Quarter Past

Billowing clouds snuff sun’s last flare;
Day breeze yields to twilight’s fury
Trees shake and swirling leaves fly,
Rain driving, pouring hard and cold.
Towns and farms bolt gates and doors
As children whimper, grownups shudder.
Heralded by heaven’s light, thunder’s crash,
Doc Time is called to dutiful round.
Harbinger of destiny, he practices his craft
On cobblestones made of bone and sweets.
Cries rise more piercing than the wolf’s,
Joy more exultant than a heavenly choir.
Old Aaron parted around midnight;
Reminiscence was born at quarter past.

© 2024, Kenneth Koziol. All rights reserved.

My Highness

In a bright room where the sun beams dance,
there I sit perched on a cushioned throne,
regally aloof and unperturbed by the clutter
of a world not suited to my august stature.
My eyes are impervious orbs, chill crescents
that gaze through tight lids at the current scene
filtering out the chaos of my subjects’ souls—
fond, but fumbling denizens of my domain.
Their human voices, symphony of uneven notes,
fall like scattered autumn leaves all about me,
with coochies of affection, swoons of adoration,
failing to budge me from my afternoon scheme.
I just stretch in a languid arc of feline grace,
feigning boredom while my humans croon
their crude, ear-grating paeans of devotion,
soundtracks to my staid and patient resignation.
And as day wanes and heat leaves the room,
I will purr out a “Meow,” a calculated bridge
between the sacred space of my solitude
and the clumsy affection of human hearts.
In that certain moment, when I deem it so,
I may settle in closer, perhaps just an inch,
to signal that, “I acknowledge your presence,
but remember, I’m still master of this realm.”
My subjects, ever grateful for this fleeting gift,
stroke my coat with hands trembling in awe,
clueless that tolerance is my boon and grace,
and affection a crown I wear lightly, if at all.
Thus, in ordained tandem, rule is maintained:
a sovereign planet alongside faithful moons,
each tethered together in a perpetual tango
by the gravity of my immutable indifference.

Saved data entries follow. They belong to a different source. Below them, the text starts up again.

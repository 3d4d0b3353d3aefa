"""Progress output never stops a run: a log on a full disk or a closed terminal only loses lines."""

from __future__ import annotations

from nmrcheck.plate import read_manifest, run_plate
from nmrcheck.plate.runner import InlineExecutor


def test_progress_to_a_full_log_does_not_stop_the_run(small_plate, tmp_path):
    """A log file on a full disk (nohup into a full /var) loses lines, not the plate."""
    from nmrcheck.plate.progress import BarProgress, LogProgress

    class FullDisk:
        def write(self, text):
            raise OSError(28, "No space left on device")

        def flush(self):
            raise OSError(28, "No space left on device")

        def isatty(self):
            return False

    manifest = read_manifest(small_plate(("A1", "A2")))
    for k, progress in enumerate((LogProgress(FullDisk()), BarProgress(FullDisk()))):
        summary = run_plate(manifest, tmp_path / f"out{k}", executor=InlineExecutor(), progress=progress)
        assert summary.status == "complete" and summary.screened == 2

© 2024, Kenneth Koziol. All rights reserved.

Old Dave and the Stream

I was drivin’ my van by a neighborhood bait and tackle shop
When I saw old Dave carrying his rod with a skip and a hop.
“If you’re headin’ Café Teatro way, I’ll give you a ride.”
And so, Dave climbed into the van and loaded all his gear inside.
I inquired, “What next piscatory venture will you book?”
He said, “Listen, I’ll fish any stream or lake I can cast my hook…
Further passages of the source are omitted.